→ What is expected
Select all lines in the records that include "fits".

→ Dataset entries
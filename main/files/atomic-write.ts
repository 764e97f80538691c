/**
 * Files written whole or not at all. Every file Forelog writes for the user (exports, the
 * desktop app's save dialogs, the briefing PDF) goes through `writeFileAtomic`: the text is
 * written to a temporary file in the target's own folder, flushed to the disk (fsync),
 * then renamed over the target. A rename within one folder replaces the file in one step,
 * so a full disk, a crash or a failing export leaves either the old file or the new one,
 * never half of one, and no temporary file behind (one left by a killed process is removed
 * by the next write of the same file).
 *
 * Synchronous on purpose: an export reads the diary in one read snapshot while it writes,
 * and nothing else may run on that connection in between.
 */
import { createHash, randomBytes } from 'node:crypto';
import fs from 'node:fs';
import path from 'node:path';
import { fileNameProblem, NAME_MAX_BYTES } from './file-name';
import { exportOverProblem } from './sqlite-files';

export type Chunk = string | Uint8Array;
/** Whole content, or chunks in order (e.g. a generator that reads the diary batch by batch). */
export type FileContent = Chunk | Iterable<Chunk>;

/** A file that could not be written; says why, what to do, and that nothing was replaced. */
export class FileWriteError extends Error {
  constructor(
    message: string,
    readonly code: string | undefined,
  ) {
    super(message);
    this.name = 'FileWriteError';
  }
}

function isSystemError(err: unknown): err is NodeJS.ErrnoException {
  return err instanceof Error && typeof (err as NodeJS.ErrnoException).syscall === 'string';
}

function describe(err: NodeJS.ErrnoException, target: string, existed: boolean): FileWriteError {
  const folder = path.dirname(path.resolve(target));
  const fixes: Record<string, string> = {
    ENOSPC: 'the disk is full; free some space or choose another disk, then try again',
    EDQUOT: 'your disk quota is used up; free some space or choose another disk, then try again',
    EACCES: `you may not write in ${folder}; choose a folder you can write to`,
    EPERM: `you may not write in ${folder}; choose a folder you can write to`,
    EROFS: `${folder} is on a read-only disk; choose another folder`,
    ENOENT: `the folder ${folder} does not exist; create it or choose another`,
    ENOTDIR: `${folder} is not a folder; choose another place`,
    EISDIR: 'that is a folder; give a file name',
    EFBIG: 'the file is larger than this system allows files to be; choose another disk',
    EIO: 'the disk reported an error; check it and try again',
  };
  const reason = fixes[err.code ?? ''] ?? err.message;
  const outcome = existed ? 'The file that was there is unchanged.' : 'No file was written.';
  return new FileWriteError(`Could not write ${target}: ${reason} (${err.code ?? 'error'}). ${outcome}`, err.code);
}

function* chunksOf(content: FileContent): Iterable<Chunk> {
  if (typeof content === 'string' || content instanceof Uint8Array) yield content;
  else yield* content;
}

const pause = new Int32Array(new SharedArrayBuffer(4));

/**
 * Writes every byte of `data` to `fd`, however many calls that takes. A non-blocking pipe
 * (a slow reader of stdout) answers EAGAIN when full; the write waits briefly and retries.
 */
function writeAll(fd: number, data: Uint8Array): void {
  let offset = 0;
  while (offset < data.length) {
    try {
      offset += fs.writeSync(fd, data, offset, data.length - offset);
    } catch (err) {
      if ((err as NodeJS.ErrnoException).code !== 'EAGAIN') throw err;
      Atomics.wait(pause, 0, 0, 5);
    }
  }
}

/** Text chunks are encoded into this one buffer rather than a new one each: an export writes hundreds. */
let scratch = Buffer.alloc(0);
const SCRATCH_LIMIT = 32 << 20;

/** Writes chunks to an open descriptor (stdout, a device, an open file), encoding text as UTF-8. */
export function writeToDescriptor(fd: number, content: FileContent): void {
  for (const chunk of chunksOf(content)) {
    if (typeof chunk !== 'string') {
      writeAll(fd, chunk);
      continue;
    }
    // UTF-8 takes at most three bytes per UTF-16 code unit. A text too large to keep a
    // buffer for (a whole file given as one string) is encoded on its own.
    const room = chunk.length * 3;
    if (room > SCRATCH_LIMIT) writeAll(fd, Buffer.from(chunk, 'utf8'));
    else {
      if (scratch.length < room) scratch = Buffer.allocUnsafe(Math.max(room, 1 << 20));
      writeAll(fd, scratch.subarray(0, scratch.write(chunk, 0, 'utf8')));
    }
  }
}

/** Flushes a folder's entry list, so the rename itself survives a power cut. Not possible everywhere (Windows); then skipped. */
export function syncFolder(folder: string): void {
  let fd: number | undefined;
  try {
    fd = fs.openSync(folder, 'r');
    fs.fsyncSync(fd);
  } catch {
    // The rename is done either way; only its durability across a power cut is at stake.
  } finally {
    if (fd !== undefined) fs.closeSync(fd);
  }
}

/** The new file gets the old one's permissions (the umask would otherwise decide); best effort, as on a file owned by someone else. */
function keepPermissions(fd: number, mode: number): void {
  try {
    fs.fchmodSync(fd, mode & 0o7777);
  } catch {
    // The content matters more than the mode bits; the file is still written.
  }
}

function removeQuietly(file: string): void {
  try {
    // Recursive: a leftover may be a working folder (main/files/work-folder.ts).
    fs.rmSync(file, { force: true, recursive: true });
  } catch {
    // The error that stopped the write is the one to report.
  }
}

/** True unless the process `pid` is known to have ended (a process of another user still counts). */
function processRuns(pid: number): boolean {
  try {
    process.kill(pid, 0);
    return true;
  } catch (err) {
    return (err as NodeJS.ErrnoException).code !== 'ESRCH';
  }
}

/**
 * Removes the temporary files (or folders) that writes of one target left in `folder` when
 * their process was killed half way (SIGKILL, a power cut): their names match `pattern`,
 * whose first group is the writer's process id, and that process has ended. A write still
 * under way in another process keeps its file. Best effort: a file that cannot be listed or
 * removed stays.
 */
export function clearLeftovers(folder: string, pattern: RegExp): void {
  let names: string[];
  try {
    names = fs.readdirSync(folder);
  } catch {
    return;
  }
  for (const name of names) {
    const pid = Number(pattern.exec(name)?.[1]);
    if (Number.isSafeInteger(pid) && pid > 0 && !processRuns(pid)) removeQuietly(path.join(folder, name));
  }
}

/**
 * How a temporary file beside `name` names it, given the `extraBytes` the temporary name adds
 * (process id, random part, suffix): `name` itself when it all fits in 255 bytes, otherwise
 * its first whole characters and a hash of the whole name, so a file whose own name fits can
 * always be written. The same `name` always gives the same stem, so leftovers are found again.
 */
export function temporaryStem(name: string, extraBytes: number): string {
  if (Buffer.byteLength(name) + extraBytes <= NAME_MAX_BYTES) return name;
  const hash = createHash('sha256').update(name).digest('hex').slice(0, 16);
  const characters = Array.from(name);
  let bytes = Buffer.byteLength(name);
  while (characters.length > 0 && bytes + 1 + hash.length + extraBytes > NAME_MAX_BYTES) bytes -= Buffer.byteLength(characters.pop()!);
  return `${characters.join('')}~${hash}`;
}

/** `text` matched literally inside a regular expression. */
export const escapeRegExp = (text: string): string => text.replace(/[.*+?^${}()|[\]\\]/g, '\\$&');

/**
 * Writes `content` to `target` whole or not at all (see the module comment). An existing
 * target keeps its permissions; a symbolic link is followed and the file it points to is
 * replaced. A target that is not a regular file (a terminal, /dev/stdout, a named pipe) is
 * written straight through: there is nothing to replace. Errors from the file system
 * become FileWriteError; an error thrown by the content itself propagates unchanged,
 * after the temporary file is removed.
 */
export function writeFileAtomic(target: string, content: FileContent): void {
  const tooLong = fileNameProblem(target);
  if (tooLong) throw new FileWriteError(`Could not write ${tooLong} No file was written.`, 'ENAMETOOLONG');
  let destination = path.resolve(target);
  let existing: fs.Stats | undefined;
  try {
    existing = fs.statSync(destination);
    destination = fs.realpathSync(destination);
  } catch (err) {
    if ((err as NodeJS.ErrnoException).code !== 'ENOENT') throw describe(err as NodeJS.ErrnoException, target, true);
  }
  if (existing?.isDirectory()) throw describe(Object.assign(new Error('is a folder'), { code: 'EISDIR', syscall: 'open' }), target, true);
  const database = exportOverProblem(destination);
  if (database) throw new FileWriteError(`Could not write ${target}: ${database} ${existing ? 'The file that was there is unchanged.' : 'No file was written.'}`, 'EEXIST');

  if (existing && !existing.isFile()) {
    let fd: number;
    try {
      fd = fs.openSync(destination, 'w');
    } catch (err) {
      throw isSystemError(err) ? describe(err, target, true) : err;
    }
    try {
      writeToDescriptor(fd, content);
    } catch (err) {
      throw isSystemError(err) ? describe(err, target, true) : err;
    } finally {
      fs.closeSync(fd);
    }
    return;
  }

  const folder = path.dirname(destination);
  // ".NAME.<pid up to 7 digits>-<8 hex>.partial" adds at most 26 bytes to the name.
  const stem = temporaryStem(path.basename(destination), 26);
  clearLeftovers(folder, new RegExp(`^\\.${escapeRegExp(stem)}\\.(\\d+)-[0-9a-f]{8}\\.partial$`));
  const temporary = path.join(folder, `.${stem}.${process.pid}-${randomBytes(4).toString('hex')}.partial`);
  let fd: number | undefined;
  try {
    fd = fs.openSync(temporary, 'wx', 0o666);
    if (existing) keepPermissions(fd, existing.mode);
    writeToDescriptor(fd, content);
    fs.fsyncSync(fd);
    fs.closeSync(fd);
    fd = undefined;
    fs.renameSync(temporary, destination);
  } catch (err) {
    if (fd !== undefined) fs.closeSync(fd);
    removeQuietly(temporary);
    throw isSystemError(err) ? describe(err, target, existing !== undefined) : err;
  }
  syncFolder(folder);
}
---
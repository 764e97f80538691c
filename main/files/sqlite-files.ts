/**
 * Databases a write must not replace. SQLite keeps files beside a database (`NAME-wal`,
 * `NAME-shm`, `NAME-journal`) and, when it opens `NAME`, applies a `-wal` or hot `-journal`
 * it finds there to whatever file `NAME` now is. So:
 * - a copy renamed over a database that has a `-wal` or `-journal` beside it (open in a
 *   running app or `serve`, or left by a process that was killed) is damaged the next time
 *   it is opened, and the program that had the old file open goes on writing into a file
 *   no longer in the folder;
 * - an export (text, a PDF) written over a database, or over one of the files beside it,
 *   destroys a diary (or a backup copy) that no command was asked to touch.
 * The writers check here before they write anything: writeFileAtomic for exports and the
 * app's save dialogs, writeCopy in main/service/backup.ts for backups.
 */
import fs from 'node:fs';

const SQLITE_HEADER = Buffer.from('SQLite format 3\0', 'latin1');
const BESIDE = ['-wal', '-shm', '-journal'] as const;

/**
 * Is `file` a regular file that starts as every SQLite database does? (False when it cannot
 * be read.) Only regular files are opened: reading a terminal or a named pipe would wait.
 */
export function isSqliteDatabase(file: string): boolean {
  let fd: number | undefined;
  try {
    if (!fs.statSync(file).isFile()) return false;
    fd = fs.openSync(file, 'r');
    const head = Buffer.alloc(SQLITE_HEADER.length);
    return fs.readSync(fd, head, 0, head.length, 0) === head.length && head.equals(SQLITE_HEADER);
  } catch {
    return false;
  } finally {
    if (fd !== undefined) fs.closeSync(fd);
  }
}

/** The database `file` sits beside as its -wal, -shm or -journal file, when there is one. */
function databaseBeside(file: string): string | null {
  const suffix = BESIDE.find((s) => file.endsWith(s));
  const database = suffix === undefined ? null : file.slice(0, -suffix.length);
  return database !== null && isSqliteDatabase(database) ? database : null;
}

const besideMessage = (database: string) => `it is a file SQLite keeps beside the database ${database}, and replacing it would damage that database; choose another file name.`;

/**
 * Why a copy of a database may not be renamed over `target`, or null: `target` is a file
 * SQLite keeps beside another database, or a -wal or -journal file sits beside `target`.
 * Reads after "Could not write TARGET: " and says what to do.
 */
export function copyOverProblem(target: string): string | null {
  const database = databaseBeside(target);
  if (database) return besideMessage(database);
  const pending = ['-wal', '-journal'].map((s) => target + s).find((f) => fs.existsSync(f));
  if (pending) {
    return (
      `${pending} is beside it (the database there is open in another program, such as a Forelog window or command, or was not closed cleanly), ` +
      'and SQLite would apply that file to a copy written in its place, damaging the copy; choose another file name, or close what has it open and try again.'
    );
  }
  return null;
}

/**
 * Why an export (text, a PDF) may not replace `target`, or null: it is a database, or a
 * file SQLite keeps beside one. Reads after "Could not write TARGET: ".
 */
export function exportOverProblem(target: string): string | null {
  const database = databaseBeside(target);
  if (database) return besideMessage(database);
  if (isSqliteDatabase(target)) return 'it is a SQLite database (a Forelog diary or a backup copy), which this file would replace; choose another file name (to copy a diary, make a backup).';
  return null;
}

→ Result of this exercise
 * (process id, random part, suffix): `name` itself when it all fits in 255 bytes, otherwise
 * its first whole characters and a hash of the whole name, so a file whose own name fits can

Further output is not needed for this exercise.